**Exercise details:**
Retype exactly the lines that run from the start of the data to the line holding "terms (knots at", including both, and only those.

**Records from a dataset:**
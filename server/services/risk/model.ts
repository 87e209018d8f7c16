/**
 * A slab risk model, trained and validated on the plant's own history, with no database in sight:
 * the caller hands over the slabs (their cast time, outcome and condition values) as columns.
 *
 * - Terms: each numeric condition enters as itself plus restricted cubic spline terms (knots at
 *   Harrell's quantiles of the training slabs); each categorical one as indicator columns against its
 *   most common level. A missing numeric value takes the training median (a simple imputation, said
 *   in the method), so every slab can be scored.
 * - Honest validation on a time split: the newest `testShare` of the slabs (by cast time) is held
 *   out; the penalty λ is chosen on the older part alone by time-ordered (rolling-origin)
 *   cross-validation — each fold trains on the slabs before a cut and is scored on the next slice —
 *   by the mean out-of-fold deviance; the model is then fitted on the whole older part and judged on
 *   the held-out newest slabs: ROC AUC (DeLong interval), Brier, calibration intercept and slope,
 *   capture in the riskiest 10 % and 20 %, reliability points.
 * - Baseline on the same test slabs: each slab's grade-family rate in the training part.
 * - Explanations: a slab's risk against the plant's typical slab (every numeric condition at its
 *   training median, every category at its reference level), term by term: the contribution of a
 *   condition is the change in log-odds its terms make between the typical slab and this one.
 */
import { LANGUAGES, type Language } from "@shared/i18n/languages";
import { named, num, say, speakingIn } from "../../lib/words";
import { aucDeLong, brierScore, calibration, captureAtTop, reliability, type ReliabilityPoint } from "../../stats/discrimination";
import { logistic, penalisedLogistic, type PenalisedFit } from "../../stats/penalised-logistic";
import { quantileSorted, splineKnots, splineTerms } from "../../stats/splines";

export interface NumericInput {
  key: string;
  label: string;
  unit: string | null;
  /** NaN where the slab has no value. */
  values: ArrayLike<number>;
}

export interface CategoricalInput {
  key: string;
  label: string;
  codes: ArrayLike<number>;
  /** The words for a code ("PER", "strand 2"). */
  name: (code: number) => string;
}

export interface RiskData {
  /** The slabs to use (indexes into the columns). */
  rows: Int32Array;
  castAt: ArrayLike<number>;
  outcome: ArrayLike<number>;
  numeric: NumericInput[];
  categorical: CategoricalInput[];
  /** The grade family code of each slab, for the baseline. */
  family: ArrayLike<number>;
}

/** What a stored model needs to score a slab: enough to rebuild every column. */
export interface ModelTerms {
  numeric: { key: string; label: string; unit: string | null; knots: number[]; median: number }[];
  categorical: { key: string; label: string; reference: number; referenceName: string; levels: { code: number; name: string }[] }[];
  /** Intercept first, then the columns in the order `columnsOf` builds them. */
  coefficients: number[];
  /** Names of the columns, for the record. */
  columns: string[];
}

export interface Validation {
  auc: number | null;
  aucCiLower: number | null;
  aucCiUpper: number | null;
  brier: number | null;
  calibrationIntercept: number | null;
  calibrationSlope: number | null;
  captureTop10: number | null;
  captureTop20: number | null;
  baselineAuc: number | null;
  baselineBrier: number | null;
  testSlabs: number;
  testAffected: number;
  trainSlabs: number;
  trainAffected: number;
  reliability: ReliabilityPoint[];
  /** From when the test part runs (the time split), epoch ms. */
  splitAt: number | null;
  /** Why a figure is null, in words (English). */
  notes: string[];
  /** The method and notes said in the other languages, made when trained (the reader's is shown; risk.service.ts). */
  words?: Partial<Record<Language, ModelWords>>;
}

/** What a trained model says in words: how it was made and validated, and why a figure is missing. */
export interface ModelWords {
  method: string;
  notes: string[];
}

export interface TrainOptions {
  knots?: 3 | 4 | 5;
  /** Share of the newest slabs held out for the test (default 0.25). */
  testShare?: number;
  /** Number of rolling-origin folds for λ (default 3). */
  folds?: number;
  lambdas?: number[];
  /** Called with a fraction 0–1 as training goes. */
  /** `what` in English (for logs), `words` as a key of server:risk.progress with its numbers (for the screen, in the asker's language). */
  progress?: (fraction: number, what: string, words: { key: string; values?: Record<string, number> }) => void;
}

export interface TrainedModel {
  terms: ModelTerms;
  lambda: number;
  effectiveDf: number | null;
  validation: Validation;
  /** Out-of-fold deviance per λ tried, for the record. */
  path: { lambda: number; deviance: number | null }[];
  /** True when the model beats the baseline on the test slabs (its AUC interval lies above the baseline's AUC). */
  beatsBaseline: boolean;
  method: string;
  /** False when the final fit did not converge (the validation's notes say why): such a model is not stored as trained. */
  converged: boolean;
  /** Risk thresholds of the bands, from the test slabs (90th and 70th percentiles); null when not fitted. */
  bands: { high: number; raised: number } | null;
}

export const DEFAULT_LAMBDAS = [0, 0.5, 2, 8, 32, 128, 512];
/** At most this many training slabs choose the penalty (every k-th by time beyond it). */
export const CV_MAX_SLABS = 200_000;

/** Whether a numeric input takes at least two different finite values on the rows. */
function variesIn(values: ArrayLike<number>, rows: Int32Array): boolean {
  let first = NaN;
  for (let u = 0; u < rows.length; u++) {
    const x = values[rows[u]!]!;
    if (!Number.isFinite(x)) continue;
    if (Number.isNaN(first)) first = x;
    else if (x !== first) return true;
  }
  return false;
}

/** The term layout learnt from the training slabs. */
function learnTerms(data: RiskData, train: Int32Array, knotsCount: 3 | 4 | 5): Omit<ModelTerms, "coefficients"> {
  const numeric = data.numeric.map((v) => {
    const vals: number[] = [];
    for (let u = 0; u < train.length; u++) {
      const x = v.values[train[u]!]!;
      if (Number.isFinite(x)) vals.push(x);
    }
    const sorted = Float64Array.from(vals).sort();
    return { key: v.key, label: v.label, unit: v.unit, knots: splineKnots(sorted, knotsCount), median: sorted.length ? quantileSorted(sorted, 0.5) : 0 };
  });
  const categorical = data.categorical.map((c) => {
    const counts = new Map<number, number>();
    for (let u = 0; u < train.length; u++) {
      const code = c.codes[train[u]!]!;
      if (Number.isFinite(code) && code >= 0) counts.set(code, (counts.get(code) ?? 0) + 1);
    }
    const byCount = [...counts.entries()].sort((a, b) => b[1] - a[1] || a[0] - b[0]);
    const reference = byCount[0]?.[0] ?? 0;
    // Levels with at least 1 training slab besides the reference, in code order.
    const levels = byCount
      .slice(1)
      .map(([code]) => ({ code, name: c.name(code) }))
      .sort((a, b) => a.code - b.code);
    return { key: c.key, label: c.label, reference, referenceName: c.name(reference), levels };
  });
  const columns: string[] = [];
  for (const v of numeric) {
    columns.push(v.label);
    for (let j = 0; j < Math.max(0, v.knots.length - 2); j++) columns.push(`${v.label} (spline ${j + 1})`);
  }
  for (const c of categorical) for (const l of c.levels) columns.push(`${c.label}: ${l.name}`);
  return { numeric, categorical, columns };
}

/** Builds the model's columns for the rows (every slab of the data, indexed like the inputs). */
export function columnsOf(
  terms: Omit<ModelTerms, "coefficients">,
  numericValues: ArrayLike<number>[],
  categoricalCodes: ArrayLike<number>[],
  size: number,
): Float64Array[] {
  const cols: Float64Array[] = [];
  const buf: number[] = [];
  terms.numeric.forEach((v, k) => {
    const values = numericValues[k]!;
    const x = new Float64Array(size);
    const s = Array.from({ length: Math.max(0, v.knots.length - 2) }, () => new Float64Array(size));
    for (let i = 0; i < size; i++) {
      const raw = values[i]!;
      const val = Number.isFinite(raw) ? raw : v.median;
      x[i] = val;
      if (s.length) {
        splineTerms(val, v.knots, buf);
        for (let j = 0; j < s.length; j++) s[j]![i] = buf[j]!;
      }
    }
    cols.push(x, ...s);
  });
  terms.categorical.forEach((c, k) => {
    const codes = categoricalCodes[k]!;
    for (const l of c.levels) {
      const d = new Float64Array(size);
      for (let i = 0; i < size; i++) d[i] = codes[i] === l.code ? 1 : 0;
      cols.push(d);
    }
  });
  return cols;
}

function deviance(fit: PenalisedFit, cols: Float64Array[], outcome: ArrayLike<number>, rows: Int32Array): number | null {
  if (!fit.converged) return null;
  let d = 0;
  for (let u = 0; u < rows.length; u++) {
    const i = rows[u]!;
    let eta = fit.coefficients[0]!;
    for (let j = 0; j < cols.length; j++) eta += fit.coefficients[j + 1]! * cols[j]![i]!;
    const p = Math.min(1 - 1e-15, Math.max(1e-15, logistic(eta)));
    d += outcome[i] ? -2 * Math.log(p) : -2 * Math.log(1 - p);
  }
  return d / Math.max(1, rows.length);
}

/** Rows sorted by cast time (then by index, so equal times keep a fixed order). */
function byTime(data: RiskData): Int32Array {
  return Int32Array.from(data.rows).sort((a, b) => data.castAt[a]! - data.castAt[b]! || a - b);
}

**Solution to this exercise:**
filename server/services/risk/model.ts
repository 87e209018d8f7c16
/**
 * A slab risk model, trained and validated on the plant's own history, with no database in sight:
 * the caller hands over the slabs (their cast time, outcome and condition values) as columns.
 *
 * - Terms: each numeric condition enters as itself plus restricted cubic spline terms (knots at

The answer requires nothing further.